Il vaut mieux avoir mauvaise mémoire pour prêter l’oreille aux appels à l’unité du président. M. Trump a élaboré une réforme fiscale massive, adoptée en décembre 2017, sans jamais y associer les démocrates. Après s’être engagé à respecter un accord bipartisan sur l’immigration, il y a un an, il a immédiatement torpillé un compromis qu’il jugeait trop laxiste. Il s’est enfin engagé dans un gel partiel du gouvernement fédéral qui s’est achevé en fiasco, pour lui, trente-cinq jours plus tard, contre l’avis des responsables républicains du Congrès.
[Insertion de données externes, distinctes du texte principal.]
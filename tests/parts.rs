//! The core under its laminate: distances in the plane and in space, where the wood ends, weights.

use plankform::geometry::{Curve, Point, Vec2, follow_with_arcs};
use plankform::parts::{
    Core, Covers, CutOut, Hinge, HingeBy, HingeKind, HingeLine, Laminate, PartError, Ply, PlyMaterial,
    WoodPlan, split,
};
use plankform::section::{Section, Side, TrailingEdge};
use plankform::wing::{Station, Tip, TipForm, Wing};

/// A foil of two stations 300 mm apart.
fn foil(sections: [&str; 2], chords: [f64; 2], sweep: f64, twist: f64, edge: TrailingEdge) -> Wing {
    let station = |i: usize| Station {
        at: 300.0 * i as f64,
        chord: chords[i],
        section: Section::from_designation(sections[i], edge).expect("a section"),
        twist: twist.to_radians() * i as f64,
        sweep: sweep * i as f64,
        rise: 0.0,
        twist_about: 0.25,
    };
    Wing::new(vec![station(0), station(1)], true).expect("a foil")
}

fn plain(thickness: f64) -> Ply {
    Ply { thickness, covers: Covers::Both, span: 0.0..=1000.0, chord: 0.0..=1.0 }
}

fn laminate(plies: Vec<Ply>) -> Laminate {
    Laminate { plies, finish: 0.1, rise: 5.0 }
}

/// Least distance in the plane from a point to the finished outline, refined on the curve itself.
fn distance(curve: &impl Curve, point: Point) -> f64 {
    let at = |t: f64| curve.jet(t.clamp(-1.0, 1.0)).point.distance(point);
    let count = 4000;
    let share = |i: usize| 2.0 * i as f64 / f64::from(count) - 1.0;
    let best = (0..=4000).min_by(|&a, &b| at(share(a)).total_cmp(&at(share(b)))).expect("points");
    let (mut low, mut high) = (share(best.saturating_sub(1)), share((best + 1).min(4000)));
    for _ in 0..80 {
        let (a, b) = (low + (high - low) / 3.0, high - (high - low) / 3.0);
        if at(a) < at(b) { high = b } else { low = a }
    }
    at(0.5 * (low + high))
}

#[derive(serde::Deserialize)]
struct Structure {
    ply: Plies,
}

#[derive(serde::Deserialize)]
struct Plies {
    case: Vec<PlyCase>,
}

/// A worked example of `tests/reference/structure.toml`.
#[derive(serde::Deserialize)]
struct PlyCase {
    name: String,
    areal_weight_kg_m2: f64,
    fibre_density: f64,
    fibre_fraction: f64,
    matrix_density: f64,
    thickness_mm: f64,
    laminate_density: f64,
    laminate_mass_kg_m2: f64,
    resin_mass_kg_m2: f64,
}

/// Cured ply thickness and weight: fibre volume over its share, and the rule of mixtures, against the
/// worked examples in `tests/reference/structure.toml`.
#[test]
fn plies_have_the_thickness_of_their_fibre() {
    let text = include_str!("reference/structure.toml");
    let cases = toml::from_str::<Structure>(text).expect("the examples").ply.case;
    assert!(cases.len() >= 6);
    for case in cases {
        let ply = PlyMaterial {
            areal_weight: 1000.0 * case.areal_weight_kg_m2,
            fibre_density: case.fibre_density,
            resin_density: case.matrix_density,
            fibre_share: case.fibre_fraction,
        };
        let resin = ply.cured_weight() - case.areal_weight_kg_m2;
        for (what, found, expected, digits) in [
            ("thickness", ply.thickness(), case.thickness_mm, 1e-6),
            ("density", ply.density(), case.laminate_density, 1e-3),
            ("weight", ply.cured_weight(), case.laminate_mass_kg_m2, 1e-6),
            ("resin", resin, case.resin_mass_kg_m2, 1e-6),
        ] {
            assert!((found - expected).abs() < digits, "{}: {what} {found} {expected}", case.name);
        }
    }
    // Two unidirectional carbon plies as published for qualified aerospace prepregs (from memory): 134 g/m² of
    // fibre of 1770 kg/m³ at 57.7 % cures to 0.131 mm, 134 g/m² of 1790 kg/m³ at 57.4 % to 0.130 mm.
    for (fibre_density, fibre_share, published) in [(1770.0, 0.577, 0.131), (1790.0, 0.574, 0.130)] {
        let ply = PlyMaterial { areal_weight: 134.0, fibre_density, resin_density: 1300.0, fibre_share };
        assert!((ply.thickness() - published).abs() < 0.0006, "{} {published}", ply.thickness());
    }
}

/// On an untapered foil the skin's thickness lies between core and finished surface everywhere.
#[test]
fn every_point_of_the_core_lies_the_skin_inside() {
    for (section, edge) in [
        ("NACA 0012", TrailingEdge::Published),
        ("NACA 4412", TrailingEdge::Closed),
        ("NACA 23112", TrailingEdge::Published),
        ("NACA 16-209", TrailingEdge::Published),
    ] {
        for skin in [0.2, 0.7, 1.4] {
            let foil = foil([section; 2], [120.0; 2], 0.0, 0.0, edge);
            let laminate = laminate(vec![plain(skin)]);
            let shape = foil.shape_at(100.0).expect("a shape");
            let core = Core::of(&shape, &laminate).expect("a core");
            let mut worst: f64 = 0.0;
            for i in 0..=400 {
                let point = core.jet(f64::from(i) / 200.0 - 1.0).point;
                worst = worst.max((distance(&shape, point) - skin - 0.1).abs());
            }
            println!(
                "{section}, skin {skin} mm: off by {worst:.1e} mm, wood ends at {:.2} mm",
                core.tail().x
            );
            assert!(worst < 1e-6, "{section} {skin}: {worst}");
            // The router's contour too, within its own tolerance.
            let contour = follow_with_arcs(&core, 0.01).expect("a contour");
            assert!(contour.refuse_crossings(0.01).is_ok());
            for vertex in contour.vertices() {
                assert!((distance(&shape, vertex.point) - skin - 0.1).abs() < 0.01);
            }
        }
    }
}

/// On a tapered, twisted and swept foil the skin's thickness is square to the surface in space.
#[test]
fn the_allowance_is_square_to_a_surface_that_leans() {
    let foil = foil(["NACA 0018", "NACA 2409"], [180.0, 60.0], 30.0, -3.0, TrailingEdge::Published);
    let laminate = laminate(vec![plain(0.9)]);
    let at = 150.0;
    let shape = foil.shape_at(at).expect("a shape");
    let core = Core::of(&shape, &laminate).expect("a core");
    // The finished surface in the frame of the shape, near it: points at other places are brought
    // into its frame by what both know of the foil's own axes.
    let in_frame = |t: f64, y: f64| shape.jet(t).point + (y - at) * shape.spread(t);
    let (mut worst, mut plane): (f64, f64) = (0.0, 0.0);
    for i in 1..40 {
        let point = core.jet(f64::from(i) / 20.0 - 1.0).point;
        let mut best = (f64::INFINITY, 0.0, at);
        for j in 0..=1000 {
            let t = f64::from(j) / 500.0 - 1.0;
            for k in -5..=5 {
                let y = at + 0.3 * f64::from(k);
                let d = in_frame(t, y).distance(point).hypot(y - at);
                if d < best.0 {
                    best = (d, t, y);
                }
            }
        }
        let (mut step_t, mut step_y) = (2e-3, 0.3);
        for _ in 0..60 {
            for (dt, dy) in [
                (1.0, 0.0),
                (-1.0, 0.0),
                (0.0, 1.0),
                (0.0, -1.0),
                (1.0, 1.0),
                (-1.0, -1.0),
                (1.0, -1.0),
                (-1.0, 1.0),
            ] {
                let (t, y) = ((best.1 + dt * step_t).clamp(-1.0, 1.0), best.2 + dy * step_y);
                let d = in_frame(t, y).distance(point).hypot(y - at);
                if d < best.0 {
                    best = (d, t, y);
                }
            }
            (step_t, step_y) = (0.7 * step_t, 0.7 * step_y);
        }
        worst = worst.max((best.0 - 1.0).abs());
        plane = plane.max((distance(&shape, point) - 1.0).abs());
    }
    println!(
        "tapered foil: skin off by {worst:.1e} mm in space; in the plane it is up to {plane:.4} mm longer"
    );
    assert!(worst < 1e-3, "{worst}");
    assert!(plane > 0.005, "the lean makes no difference here");
}

#[test]
fn plies_count_where_they_lie() {
    let upper = Ply { covers: Covers::Upper, chord: 0.2..=0.6, ..plain(0.3) };
    let inner = Ply { span: 0.0..=120.0, ..plain(0.25) };
    let laminate = laminate(vec![plain(0.2), upper, inner]);
    let thickness = |side, at, x| laminate.thickness(side, at, x, 100.0)[0];
    for (side, at, x, expected) in [
        (Side::Upper, 50.0, 40.0, 0.85),
        (Side::Lower, 50.0, 40.0, 0.55),
        (Side::Upper, 200.0, 40.0, 0.6),
        (Side::Upper, 200.0, 10.0, 0.3),
        (Side::Upper, 200.0, 20.0, 0.3),
        (Side::Upper, 200.0, 22.5, 0.45),
        (Side::Upper, 200.0, 25.0, 0.6),
        (Side::Upper, 200.0, 57.5, 0.45),
        (Side::Upper, 200.0, 90.0, 0.3),
    ] {
        assert!((thickness(side, at, x) - expected).abs() < 1e-12, "{side:?} {at} {x}");
    }
    // The slope is that of the thickness.
    for x in [21.0, 23.0, 24.9, 56.0, 59.0] {
        let slope = (thickness(Side::Upper, 50.0, x + 1e-6) - thickness(Side::Upper, 50.0, x - 1e-6)) / 2e-6;
        assert!((laminate.thickness(Side::Upper, 50.0, x, 100.0)[1] - slope).abs() < 1e-7, "{x}");
    }
    let foil = foil(["NACA 2412"; 2], [100.0; 2], 0.0, 0.0, TrailingEdge::Published);
    let shape = foil.shape_at(200.0).expect("a shape");
    let core = Core::of(&shape, &laminate).expect("a core");
    for (x, t) in [(40.0, 0), (40.0, 1), (80.0, 0), (10.0, 1)].map(|(x, side)| (x, shape.roots_at(x)[side])) {
        let side = if t < 0.0 { Side::Upper } else { Side::Lower };
        let finished = shape.jet(t);
        let normal = finished.tangent().expect("a tangent").turn_90();
        let expected = finished.point + thickness(side, 200.0, x) * normal;
        let off = distance(&core, expected);
        assert!(off < 1e-6, "{side:?} {x}: {off}");
    }
    follow_with_arcs(&core, 0.01).expect("a contour");
}

#[test]
fn the_wood_ends_where_the_skins_meet() {
    let closed = foil(["NACA 0012"; 2], [100.0; 2], 0.0, 0.0, TrailingEdge::Closed);
    let shape = closed.shape_at(50.0).expect("a shape");
    let thin = laminate(vec![plain(0.4)]);
    let core = Core::of(&shape, &thin).expect("a core");
    assert!(core.ends_in_laminate());
    // The edge of the wood is the skin's thickness from both surfaces.
    assert!((distance(&shape, core.tail()) - 0.5).abs() < 1e-9);
    // Behind some place it is thinner than the shop can handle, and ahead of it not.
    let place = core.thin_behind(1.5).expect("a place");
    let thickness = |x: f64| 2.0 * (shape.jet(shape.roots_at(x)[0]).point.y - 0.5);
    assert!(place < core.tail().x && (thickness(place) - 1.5).abs() < 0.1, "{}", thickness(place));

    // A sharp nose under a thick skin: the wood begins in an edge there too.
    let sharp = foil(["NACA 0006"; 2], [100.0; 2], 0.0, 0.0, TrailingEdge::Published);
    let shape = sharp.shape_at(50.0).expect("a shape");
    let thick = laminate(vec![plain(0.7)]);
    let core = Core::of(&shape, &thick).expect("a core");
    assert!((distance(&shape, core.nose()) - 0.8).abs() < 1e-9, "{}", distance(&shape, core.nose()));
    let contour = follow_with_arcs(&core, 0.01).expect("a contour");
    assert!(contour.refuse_crossings(1e-3).is_ok() && contour.area() > 0.0);

    // And under one that is too thick there is none.
    let none = laminate(vec![plain(3.1)]);
    assert!(matches!(Core::of(&shape, &none), Err(PartError::NoCore { .. })));
}

/// A nose that bends more sharply than its skin is thick folds the core; the fold is trimmed, beside the nose
/// too, and what is left lies the skin's thickness inside.
#[test]
fn folds_at_the_nose_are_trimmed() {
    for (section, skin) in [("NACA 4412", 1.9), ("NACA 6412", 1.7), ("NACA 2409", 1.1), ("NACA 23012", 2.2)] {
        let foil = foil([section; 2], [100.0; 2], 0.0, 0.0, TrailingEdge::Published);
        let shape = foil.shape_at(50.0).expect("a shape");
        assert!(1.0 / shape.jet(0.0).curvature() < skin + 0.1, "{section} does not fold");
        let laminate = laminate(vec![plain(skin)]);
        let core = Core::of(&shape, &laminate).expect("a core");
        assert!((distance(&shape, core.nose()) - skin - 0.1).abs() < 1e-6, "{section}");
        let contour = follow_with_arcs(&core, 0.01).expect("a contour");
        assert!(contour.refuse_crossings(1e-3).is_ok() && contour.area() > 0.0, "{section}");
        for i in 0..=400 {
            let point = core.jet(f64::from(i) / 200.0 - 1.0).point;
            let off = distance(&shape, point) - skin - 0.1;
            assert!(off.abs() < 1e-5, "{section} {i}: {off}");
        }
    }
}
Pour le malheur des Etats-Unis, leur président ne semble exulter qu’en campagne, lorsqu’il peut s’affranchir de l’aridité des faits pour leur substituer les fictions qu’il juge plus séduisantes. M. Trump aurait pourtant tout à gagner à se couler plus souvent dans les habits de l’orateur du Congrès. Les élections de mi-mandat, marquées par une déroute républicaine à la Chambre, ont relativisé sa victoire de 2016. Une dépendance trop forte vis-à-vis d’un électorat majoritairement masculin, blanc, âgé et non diplômé, n’est pas la garantie d’une réélection.

Le président des Etats-Unis peut espérer qu’une course à l’investiture démocrate disputée, faute de favori, affaiblisse son futur adversaire. Mais, pendant qu’il s’obstine à parler d’un mur qui ne convainc toujours qu’une minorité d’Américains, les démocrates installent un débat où il n’est pas en position de force, à l’occasion de la « primaire invisible » qui va courir jusqu’aux votes de l’Iowa, dans un an. Climat, protection sociale, égalité fiscale, les thèmes qui s’esquissent concernent une majorité d’Américains. Mais il n’en a pratiquement pas dit un mot mardi.